The hearing panel found that Clark engaged in conduct involving dishonesty, fraud, deceit, or misrepresentation and conduct that seriously interferes with the administration of justice, Rules 8.4(c) and (d) of the Rules of Professional Conduct. Those ethics rules have been accused of being broad, vague, and unconstitutional. State bars frequently use them to target conservative attorneys.
In his 346-page brief, Clark primarily responded to the Office of Disciplinary Counsel’s (ODC) Finding of Facts which he disagreed with. Authored by Clark’s attorney Harry MacDougald, the brief laid out how the “case arises from a factual and policy dispute among the highest-ranking lawyers in the Justice Department … The only person with authority to resolve the policy dispute was President Trump, and he did so in a meeting in the Oval Office. The President never complained about Mr. Clark’s advice or conduct.”

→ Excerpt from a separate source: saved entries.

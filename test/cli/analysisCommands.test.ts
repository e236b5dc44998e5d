import { mkdtempSync } from "node:fs";
import { tmpdir } from "node:os";
import { join } from "node:path";
import { beforeAll, describe, expect, it } from "vitest";
import { SCENARIO } from "../../fixtures/demoScenario.ts";
import { normalQuantile } from "../../server/analysis/stats/normal.ts";
import { runCliInProcess } from "../helpers/runCliInProcess.ts";

// The demo data's generating values are stated in fixtures/README.md; these end-to-end
// checks confirm the commands recover them (Source: fixtures/demoScenario.ts, the generator).
const WT_LAMBDA = SCENARIO.genotypes[0].lambdaUm;
const TARDY_OVER_WT = Math.SQRT2; // degradation halved ⇒ λ = √(D/k) grows by √2 (METHODS.md §1)
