import { describe, expect, it } from "vitest";
import { COMMANDS } from "../../server/cli/commands.ts";

// The registry lists commands without loading them; its name and summary must be the command's own
// (common practice, no source).
describe("command registry", () => {
  for (const entry of COMMANDS) {
    it(`COMMANDS entry "${entry.name}" loads a command with the same name and summary`, async () => {
      const command = await entry.load();
      expect(command.name).toBe(entry.name);
      expect(command.summary).toBe(entry.summary);
    });
  }
});
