import { describe, it, expect } from "vitest";
import { phaseVolumesOf, resultCharts } from "../../lib/charts/result-charts";

const result = {
  assemblage: { phases: [{ id: "C-S-H", volumeCm3: 21 }, { id: "portlandite", volumeCm3: 5.5 }], poreSolutionCm3: 9, emptyPorosityCm3: 2, pH: 13.3 },
  scenarios: { sulfate: { title: "External sulfate", doseLabel: "SO3 added", doseUnit: "g/100 g binder", points: [{ dose: 0, pH: 13.3, phaseVolumesCm3: { ettringite: 4 } }, { dose: 1, pH: 13.0, phaseVolumesCm3: { ettringite: 8 } }] } },
  timeline: [{ ageDays: 1, phaseVolumesCm3: { alite: 20 } }, { ageDays: 28, phaseVolumesCm3: { alite: 3 } }],
  curing: {
    temperature: { timesH: [0, 1], coreC: [20, 25], surfaceC: [20, 22] },
    strength: [{ timeH: 1, coreMPa: 0.5, surfaceMPa: 0.3 }],
    maturity: [{ timeH: 1, coreEquivalentAgeH: 1.2, surfaceEquivalentAgeH: 1.1 }],
  },
  rhTemperatureMap: [{ temperatureC: 20, relativeHumidityPercent: 50, state: "ettringite" }],
};

describe("result charts", () => {
  it("gives one chart per part present, in reading order", () => {
    expect(resultCharts(result).map((c) => c.id)).toEqual(["phase-volumes", "sweep-sulfate", "hydration-timeline", "element-temperature", "strength-maturity", "rh-temperature-map"]);
  });

  it("gives no chart (and no error) for a result without those parts", () => {
    expect(resultCharts({ flags: [] })).toEqual([]);
    expect(resultCharts(null)).toEqual([]);
    expect(resultCharts({ assemblage: "broken", curing: { temperature: { timesH: "x" } } })).toEqual([]);
  });

  it("reads phase volumes from a list of phases or from a record", () => {
    expect(phaseVolumesOf({ phases: [{ id: "a", volumeCm3: 1 }, { id: "b", volumeCm3: "x" }] })).toEqual({ a: 1 });
    expect(phaseVolumesOf({ phaseVolumesCm3: { a: 2, b: null } })).toEqual({ a: 2 });
  });

  it("draws the delayed-ettringite limit at 70 °C when the result states none (Taylor, Famy & Scrivener 2001)", () => {
    const chart = resultCharts(result).find((c) => c.id === "element-temperature")!;
    expect(chart.thresholds.map((t) => t.value)).toEqual([70]);
  });
});

describe("result charts from the assess service's result shape", () => {
  // Shape of `AssessmentResult` in lib/service/assess.ts (numbers invented for the test).
  const serviceResult = {
    inputs: { age: { mode: "age", ageDays: 28, curingTemperatureC: 20 } },
    assemblage: {
      temperatureC: 20,
      paste: { volumes: { csh: 20, portlandite: 5, "pore-solution": 9 }, porosity: { poreSolutionVolumeCm3: 9, chemicalShrinkageCm3: 2.5 } },
      timeline: [
        { ageDays: 1, phases: [{ id: "alite", origin: "unreacted", grams: 40, volumeCm3: 13 }], poreSolutionVolumeCm3: 20, pH: 13.1 },
        { ageDays: 28, phases: [{ id: "alite", origin: "unreacted", grams: 9, volumeCm3: 3 }], poreSolutionVolumeCm3: 10, pH: 13.3 },
      ],
    },
    scenarios: { sulfate: { sweep: { id: "sulfate", title: "Sulfate ingress", doseLabel: "SO4 added", doseUnit: "mmol/100 g", points: [{ dose: 0, phaseVolumesCm3: { ettringite: 4 }, pH: 13.3 }] }, summary: {} } },
  };

  it("takes pore solution and empty porosity out of the phase list into their own segments", () => {
    const chart = resultCharts(serviceResult).find((c) => c.id === "phase-volumes")!;
    expect(chart.series.map((s) => s.label)).toEqual(["csh", "portlandite", "pore solution", "empty porosity"]);
    expect(chart.rows[0]).toMatchObject({ label: "28 d at 20 °C", s0: 20, s1: 5, s2: 9, s3: 2.5 });
  });

  it("reads each scenario's sweep under `sweep` and the timeline under the assemblage, with its pore solution", () => {
    const charts = resultCharts(serviceResult);
    expect(charts.map((c) => c.id)).toEqual(["phase-volumes", "sweep-sulfate", "hydration-timeline"]);
    const timeline = charts[2];
    const pore = timeline.series.find((s) => s.label === "pore solution")!;
    expect(timeline.rows.map((r) => r[pore.key])).toEqual([20, 10]);
  });
});

describe("relative humidity–temperature maps of the drying scenario", () => {
  it("draws one map per data family, named after it", () => {
    const charts = resultCharts({
      scenarios: {
        drying: {
          sweep: { id: "drying", title: "Drying", doseLabel: "Relative humidity", doseUnit: "%", points: [{ dose: 50, phaseVolumesCm3: { ettringite: 3 }, pH: null }] },
          rhTemperatureMaps: [
            { family: "Ettringite", members: ["ettringite", "metaettringite"], cells: [{ temperatureC: 20, relativeHumidityPercent: 50, state: "ettringite" }, { temperatureC: 60, relativeHumidityPercent: 10, state: "metaettringite" }] },
            { family: "Monosulfate", members: [], cells: [] },
          ],
        },
      },
    });
    expect(charts.map((c) => c.id)).toEqual(["sweep-drying", "rh-temperature-map-ettringite"]);
    expect(charts[1].title).toContain("Ettringite");
    expect(charts[1].series.map((s) => s.label)).toEqual(["ettringite", "metaettringite"]);
  });
});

During the disciplinary hearing, Professor Don Elliott of Yale Law School said that Clark had a “sufficient factual basis” to propose the draft letter. Clark also pointed out, “There is no evidence of or citation to any prior case in the District of Columbia or anywhere in the United States in which a lawyer was disciplined over a discussion draft document that was not sent and never left the office.” Clark has referred to the discipline as being punished for a “thought crime.”